The humidity this morning in the Shenandoah Valley is 47 percent, which Accuweather says is “ideal.” Are they freaking nuts? Get me back to Key West, give me 20 points more and I might agree.
Ranger Ed and I have been off-island for a week, visiting family scattered from Atlanta to Charlottesville, VA. There are two recurring conversations: Holy weather gods, I miss the comfort of Key West’s humidity in which I do not need bottles of lotion to compensate for the desiccating dryness; and “are we ever going to get back to normal where people aren’t hellbent on arguing?”
I can’t do a thing about the weather, but that second question? Yeah, I can do something about it and getting out from under the comforting Key West bubble helped put some of this rage in perspective.
For all our growing veneer of cosmopolitan sophistication, Key West remains the siren song that calls to and keeps close those drawn to its isolation, its laid-back libertarian culture with its One Human Family motto and its penchant for accepting pretty much anyone so long as they’re not jerks. We live under its bubble — and our visitors pack the place looking for a few days of its protection. Bubbles make us feel safe though they are notorious for warping our sense of how things are on the outside.
Take Covid time. Key West’s toughest Covid restrictions were an easy do. There was never a day I couldn’t sit on the porch and chat with my neighbors across the street. Never a day I couldn’t walk to the beach. Heck, even local business, home delivery stuff got to the door in minutes. We chafed and fretted but, crikey, my friends, we had it easy. Our mainland friends and families couldn’t wait for a respite under the bubble that Key West takes for granted.
Even inside our island bubble we are at an historical juncture as the world we knew and the world to come are dissonant, disconnected. It makes us uneasy, irritable, too willing to push back, unwilling to look for the possibilities and instead fixating on our differences. I love that masks are becoming an option for safety and not a position statement. I keep mine handy for when I feel the need, but I’ve stopped freaking out at every imagined infraction.

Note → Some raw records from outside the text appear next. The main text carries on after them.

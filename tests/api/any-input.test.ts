/** Whatever a body or a query holds, the server answers: with what was asked for or with a problem, never with a fault of its own. */
import fc from 'fast-check';
import { afterAll, beforeAll, describe, expect, it } from 'vitest';
import { allRoutes, type RouteId } from '@shared/api';
import type { SignedIn } from '@server/auth';
import { makeMiniLab, startApp } from '../support/app';
import { BenchDevice } from '../support/bench-device';
import type { HttpClient } from '../support/http-client';
import { calls, type Ground } from './access-calls';
import { access } from './access-table';

const seed = 20_260_514;
const runs = 25;
const unlimited = { windowMs: 1000, limit: 100_000, failuresOnly: false };

let ground: Ground;
let lead: HttpClient;
let administrator: HttpClient;

beforeAll(async () => {
  const app = await startApp({ rateLimits: { signIn: unlimited, mail: unlimited } });
  const lab = await makeMiniLab(app);
  const [trialId] = lab.trialIds;
  const device = await BenchDevice.connect(app.url, lab.deviceKey);
  await app.book.services.sessions.arm(trialId!, lab.deviceId, lab.people.lead);
  await device.begin(trialId!, 'run-1', 500);
  await device.end('run-1', 500);
  await device.leave();
  await app.book.analysis.settled();
  const { recording } = await app.book.services.sessionReader.getTrial(trialId!, { studyId: lab.study.id, role: 'lead', blind: false });
  ground = { app, lab, spare: await app.person('operator', 'spare'), recordingId: recording!.id, recordedTrial: trialId! };
  [lead, administrator] = [await app.signedIn(lab.people.lead), await app.signedIn(lab.people.administrator)];
});
afterAll(() => ground.app.close());

/** Somebody whom the route lets in, so that the input is looked at. */
const callerOf = (id: RouteId): [HttpClient, SignedIn] =>
  (access.get(id)?.['lead in'] === 'yes' ? [lead, ground.lab.people.lead] : [administrator, ground.lab.people.administrator]);

/** Values that break naive code: deep and wide things, texts of every script, numbers at the edges, names that objects have themselves. */
const anyJson = fc.oneof(
  fc.jsonValue({ maxDepth: 4 }),
  fc.constantFrom<unknown>(0, -0, -1, 1e308, 1e-320, 2 ** 53, '', ' ', '\u202e', 'x'.repeat(5000), '1e999', [], {}, [[[]]], { __proto__: null, toString: 1 }, null, true),
  fc.string({ unit: 'grapheme', maxLength: 60 }),
);

/** A body that is right but for one place in it, or none of it right. */
const bodyNear = (right: unknown) => fc.oneof(anyJson, typeof right === 'object' && right !== null
  ? fc.tuple(fc.constantFrom(...Object.keys(right)), anyJson).map(([name, value]) => ({ ...right, [name]: value }))
  : anyJson);

async function answered(response: Response): Promise<void> {
  expect(response.status).toBeLessThan(500);
  if (response.status >= 400) expect(response.headers.get('content-type')).toContain('application/problem+json');
  await response.arrayBuffer();
}

const addressOf = (path: string, params: Record<string, string> = {}) => path.replace(/:(\w+)/g, (_, name: string) => params[name]!);
const withBody = allRoutes.filter((route) => route.body !== undefined);
const withQuery = allRoutes.filter((route) => route.query !== undefined && route.method === 'GET');

describe('any body', () => {
  it.each(withBody.map((route) => [route.id, route] as const))('is answered by %s', async (id, route) => {
    const [client, person] = callerOf(id as RouteId);
    const target = await calls[id as RouteId](ground, person);
    await fc.assert(fc.asyncProperty(bodyNear(target.body), async (body) => {
      await answered(await client.raw(route.method, addressOf(route.path, target.params), { body: JSON.stringify(body), headers: { 'content-type': 'application/json' } }));
    }), { seed, numRuns: runs });
    expect(ground.app.logged).toEqual([]);
  });
});

describe('any query', () => {
  it.each(withQuery.map((route) => [route.id, route] as const))('is answered by %s', async (id, route) => {
    const [client, person] = callerOf(id as RouteId);
    const { params, query = '' } = await calls[id as RouteId](ground, person);
    const names = [...new URLSearchParams(query).keys(), 'before', 'limit', 'buckets', 'from', 'to'];
    const text = fc.oneof(fc.string({ unit: 'grapheme', maxLength: 30 }), fc.double().map(String), fc.integer().map(String), fc.constantFrom('', 'NaN', '1e400', '0x10', '[]', '%', '\u0000'));
    await fc.assert(fc.asyncProperty(fc.array(fc.tuple(fc.constantFrom(...names), text), { maxLength: 5 }), async (pairs) => {
      await answered(await client.raw('GET', `${addressOf(route.path, params)}?${new URLSearchParams([...new URLSearchParams(query), ...pairs])}`));
    }), { seed, numRuns: runs });
    expect(ground.app.logged).toEqual([]);
  });
});

describe('the same twice at once', () => {
  /** Status, and the code of a refusal. */
  const both = async (send: () => Promise<{ status: number; body: { code?: string } }>) =>
    (await Promise.all([send(), send()])).map(({ status, body }) => (status === 200 ? '200' : `${status} ${body.code}`)).sort();

  it('makes one study, one participant, one person', async () => {
    const study = { code: 'TWICE', title: 'Twice', conditions: [{ blindCode: 'A', label: 'one' }], tasks: [{ code: 'x', title: 'X' }] };
    expect(await both(() => lead.post('/api/studies', study))).toEqual(['200', '409 STUDY_CODE_TAKEN']);
    expect(await both(() => lead.post(`/api/studies/${ground.lab.study.id}/participants`, { code: 'K-777' }))).toEqual(['200', '409 PARTICIPANT_TAKEN']);
    // Inviting somebody again sends another letter, so both go through; there is one person all the same.
    expect(await both(() => administrator.post('/api/people', { name: 'Twin', email: 'twin@lab.example', role: 'operator' }))).toEqual(['200', '200']);
    const { body } = await administrator.get<{ people: { email: string }[] }>('/api/people');
    expect(body.people.filter(({ email }) => email === 'twin@lab.example')).toHaveLength(1);
  });

  /** Past the guard both: each of two would take away the last but one. */
  const oneOf = async (leave: () => Promise<unknown>[]) => (await Promise.allSettled(leave())).map((end) => (end.status === 'fulfilled' ? 'done' : (end.reason as { code: string }).code)).sort();

  it('leaves the lab an administrator', async () => {
    const { people } = ground.app.book.services;
    const second = await ground.app.person('administrator', 'second administrator');
    const first = ground.lab.people.administrator;
    for (const { id, role } of await people.list()) if (role === 'administrator' && id !== second.id && id !== first.id) await people.change(id, { role: 'operator' });
    expect(await oneOf(() => [people.change(second.id, { role: 'operator' }), people.change(first.id, { closed: true })])).toEqual(['LAST_ADMINISTRATOR', 'done']);
    expect((await people.list()).filter(({ role, state }) => role === 'administrator' && state !== 'closed')).toHaveLength(1);
  });

  it('leaves the study a lead', async () => {
    const { studies } = ground.app.book.services;
    const { study, people: { lead: first } } = ground.lab;
    const second = await ground.app.person('lead', 'second lead');
    await studies.setMember(study.id, second.id, 'lead', false);
    expect(await oneOf(() => [studies.setMember(study.id, second.id, 'operator', false), studies.removeMember(study.id, first.id)])).toEqual(['LAST_LEAD', 'done']);
  });

  it('logs no warning', () => {
    expect(ground.app.logged).toEqual([]);
  });
});
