/** The real command on an existing PostgreSQL, where the tests have one: several servers on one database, and none on newer data. */
import { randomUUID } from 'node:crypto';
import pg from 'pg';
import { afterAll, afterEach, beforeAll, describe, expect, it } from 'vitest';
import { HttpClient } from '../support/http-client';
import { type Program, startProgram } from '../support/program';

const server = process.env['TEST_DATABASE_URL'] ?? '';
const patience = 120_000;

describe.runIf(server !== '')('npm start on PostgreSQL', () => {
  const name = `tautbook_start_${randomUUID().replaceAll('-', '')}`;
  const running: Program[] = [];
  const start = () => {
    const url = new URL(server);
    url.pathname = `/${name}`;
    const program = startProgram(process.execPath, ['--import', 'tsx', 'server/cli/start.ts'], { env: { DATABASE_URL: url.href, PORT: '0' } });
    running.push(program);
    return program;
  };
  const asOwner = async (database: string, statement: string) => {
    const url = new URL(server);
    url.pathname = database;
    const client = new pg.Client({ connectionString: url.href });
    await client.connect();
    await client.query(statement);
    await client.end();
  };
  beforeAll(() => asOwner(new URL(server).pathname, `create database ${name}`));
  afterEach(async () => { for (const program of running.splice(0)) await program.kill(); });
  afterAll(() => asOwner(new URL(server).pathname, `drop database ${name} with (force)`));

  it('two servers that start at once on an empty database make it once and know the same people', async () => {
    const both = [start(), start()];
    const urls = await Promise.all(both.map(async (program) => (await program.says(/open at (http:\S+)/))[1]!));
    const [first] = both;
    const [, code] = await first!.says(/one-time code: (\S+)/);
    const entry = { name: 'First', email: 'first@lab.example', password: 'a long enough one' };
    expect((await new HttpClient(urls[0]!).post('/api/setup', { ...entry, code })).status).toBe(200);
    const client = new HttpClient(urls[0]!);
    expect((await client.signIn(entry.email, entry.password)).status).toBe(200);
    // Signed in at one, known at the other: the cookie's secret is kept in the database.
    expect((await (await fetch(`${urls[1]}/api/me`, { headers: { cookie: client.cookie } })).json())).toMatchObject({ email: entry.email });
    for (const program of both) program.signal('SIGTERM');
    expect(await Promise.all(both.map((program) => program.ended))).toEqual([{ status: 0, signal: null }, { status: 0, signal: null }]);
  }, patience);

  it('refuses data of a newer version', async () => {
    await asOwner(`/${name}`, "insert into drizzle.__drizzle_migrations (hash, created_at) values ('later', 32503680000000)");
    const program = start();
    expect(await program.ended).toEqual({ status: 1, signal: null });
    expect(program.complained).toMatch(/newer version.*another DATABASE_URL/);
  }, patience);
});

Outside the Key West bubble
It’s been a tough decade with the kinds of unraveling that leave us betwixt and between, unsure of our values, our judgement, our abilities to live in harmony. Covid escalated, then exacerbated the unraveling. Perhaps it’s time we treat each other gently, offering a respite from clanging differences.
If we do not, we walk an inexorable, danger-fraught path. We took the first steps toward this unraveling in the late 1960s and ’70s when young baby boomers first flexed their “me first” might and stopped a war, murdered civil rights leaders, burned down universities and cities and blew up businesses.
Our mantra was “don’t trust anyone over 30” and over the following decades we dismantled the very institutions — from family structures and charitable organizations to big businesses and cultural values — that allowed us the freedom to tear them down.
Over the next six decades, baby boomers powered the roller coaster, and while the litany is long, we tore down whatever stood in our collective paths to “get mine.” We brought the Fair Voting Rights Act of 1965 to today’s political districts that take away many of those rights. We twisted the Second Amendment into an excuse to arm our neighborhoods in case folks feel they’re being invaded. All in the name of “I’m right; you’re wrong; get out of my face.”
We are today spoiling for a confrontation. We need real people, like you and me, to remember that gentle and kind are actions of power.
These are my reminders. Help yourself to them or jot down your own:
• Do unto others as you would have them do unto you
• Accept the possibility that what you know and how you perceive things is not right — and be open to change
• Say “I’ll do it” even when you are tired and would rather play or let someone else do it
• Explore the wonders and possibilities of unknown places, ideas, people and things, even when they are scary
• Know when to speak and when to be silent
We cannot fix the big things, but we can treat each other gently. And that will begin to reweave the fabric of our lives. With or without a mask. With or without the Key West bubble.
Thank you for posting. We all need the reminder to be gentle with each other. See y’all in December.
We need this reminder in today’s world of hate and get in your face shouting. Thank you for posting. I’ll see y’all in December.
Jean and I really enjoyed the article. thank you Linda!
Joe
Thanks, guys. I know you two are among the gentle ones!